A Wife |top| - Baap Being
He turned to look at her, and for the first time, Kavya saw her father truly see her. Not as a daughter to be protected, or a student to be scolded, but as a fellow human in the house.
Kavya shook her head slowly. From the kitchen came the sound of her father’s voice, not booming as usual, but measured, patient. He was on the phone with the electricity board. “Yes, sir, I understand the late fee. But my wife used to handle this. I’m learning. Can you please explain it to me one more time?”
That night, unable to sleep, Kavya found him on the balcony. He was wearing her mother’s shawl, staring at the moon. The shaving foam was gone, but something else lingered—a softness around his eyes that hadn’t been there a month ago. baap being a wife
At the bottom of the last page, in shaky handwriting, was a single line: “Being a wife is not a role. It is a hundred invisible jobs done before anyone has to ask.”
He was quiet for a long time. Then he spoke, his voice barely a whisper. “When your mother leaves a room, I still feel her. The way she tilted the fan just so. The way she knew the milk was about to boil three seconds before it did. I thought I was the strong one, Kavya. The protector. The provider.” He laughed, a dry, hollow sound. “I was a guest in my own home. She was the host, the gardener, the cook, the accountant, the nurse, the peacemaker. And I just… sat in my chair.” He turned to look at her, and for
That evening, the transformation deepened. Her classmate Ritu came over to study. As they were arguing over a physics problem, a plate of hot samosas appeared between them, along with two small bowls of mint chutney—one mild, one spicy.

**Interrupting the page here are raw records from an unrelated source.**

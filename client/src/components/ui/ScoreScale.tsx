import { Controller, type Control, type FieldPath, type FieldValues } from 'react-hook-form';
import { useId, type ReactNode } from 'react';
import { fieldSentence } from '../../lib/form-errors';
import { cx } from './cx';

const SCORES = [0, 1, 2, 3, 4, 5, 6, 7, 8, 9, 10] as const;

export interface ScoreScaleProps {
  /** Names the group; each choice is named "<label> <n>", e.g. "Pain now 3". */
  label: string;
  value: number | undefined | null;
  onChange: (next: number) => void;
  onBlur?: () => void;
  /** The words under the two ends, e.g. "No pain" and "Worst pain you can imagine". */
  low: string;
  high: string;
  hint?: ReactNode;
  error?: string;
  /** Marks a limit on the row (e.g. the clinician's pain ceiling): scores past it are hatched. */
  limit?: number;
  className?: string;
}

/**
 * A 0–10 score as one row of large choices (two rows on a phone), for the athlete's screens.
 * Native radios underneath: arrow keys move between scores and the chosen one is announced.
 */
export function ScoreScale({ label, value, onChange, onBlur, low, high, hint, error, limit, className }: ScoreScaleProps) {
  const id = useId();
  const labelId = `${id}-label`;
  const hintId = `${id}-hint`;
  const errorId = `${id}-error`;
  const message = fieldSentence(label, error);
  const described = [hint ? hintId : null, `${id}-ends`, message ? errorId : null].filter(Boolean).join(' ');

  return (
    <div
      role="radiogroup"
      aria-labelledby={labelId}
      aria-describedby={described}
      aria-invalid={message ? true : undefined}
      className={cx('min-w-0', className)}
    >
      <p id={labelId} className="text-base font-semibold">
        {label}
      </p>
      {hint && (
        <p id={hintId} className="text-sm text-muted">
          {hint}
        </p>
      )}
      <div className="mt-2 grid grid-cols-6 gap-1.5 sm:grid-cols-11">
        {SCORES.map((n) => {
          const over = limit !== undefined && n > limit;
          return (
            <label key={n} className="relative block">
              <input
                type="radio"
                name={id}
                value={n}
                checked={value === n}
                onChange={() => onChange(n)}
                onBlur={onBlur}
                aria-label={`${label} ${n}`}
                className="peer sr-only"
              />
              <span
                aria-hidden="true"
                className={cx(
                  'flex min-h-12 cursor-pointer items-center justify-center rounded-md border text-lg font-semibold tabular-nums',
                  'peer-checked:border-ink peer-checked:bg-ink peer-checked:text-paper',
                  'peer-focus-visible:outline-3 peer-focus-visible:outline-offset-2 peer-focus-visible:outline-line',
                  message ? 'border-line-deep border-2' : 'border-rule-strong',
                  over
                    ? 'bg-[repeating-linear-gradient(135deg,var(--color-shade)_0_4px,var(--color-sheet)_4px_8px)]'
                    : 'bg-sheet hover:bg-shade',
                )}
              >
                {n}
              </span>
            </label>
          );
        })}
      </div>
      <p id={`${id}-ends`} className="mt-1 flex justify-between gap-4 text-sm text-muted">
        <span>0 {low.toLowerCase()}</span>
        <span className="text-right">10 {high.toLowerCase()}</span>
      </p>
      {limit !== undefined && (
        <p className="text-sm text-ink-2">
          <span
            aria-hidden="true"
            className="mr-1 inline-block h-3 w-4 border border-rule-strong bg-[repeating-linear-gradient(135deg,var(--color-shade)_0_3px,var(--color-sheet)_3px_6px)] align-middle"
          />
          Past your clinician&apos;s ceiling of {limit}/10.
        </p>
      )}
      {message && (
        <p id={errorId} className="mt-1 flex items-start gap-1.5 text-sm font-semibold text-line-deep">
          <span aria-hidden="true">▲</span>
          <span>{message}</span>
        </p>
      )}
    </div>
  );
}

/** A ScoreScale bound to a react-hook-form field. */
export function ScoreField<T extends FieldValues>({
  control,
  name,
  ...scale
}: Omit<ScoreScaleProps, 'value' | 'onChange' | 'onBlur'> & { control: Control<T, any, any>; name: FieldPath<T> }) {
  return (
    <Controller
      control={control}
      name={name}
      render={({ field }) => <ScoreScale {...scale} value={field.value} onChange={field.onChange} onBlur={field.onBlur} />}
    />
  );
}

For the first time in her life, she felt she knew both her parents. Not as mother and father. But as two people who had once decided to build a world together. And one of them, the one who had always seemed like the unmovable mountain, had finally begun to dig his hands into the soil. From the kitchen came the sound of her
Kavya’s heart clenched. She slipped into the kitchen. The sight stopped her breath. Her father, a retired army colonel who had once commanded a hundred men, was sitting on a low wooden stool, peeling potatoes. The peels fell in a perfect, unbroken spiral into a bowl of water. His reading glasses were perched on his nose. On the counter, next to the spice box, lay a small, dog-eared notebook. She peeked at it.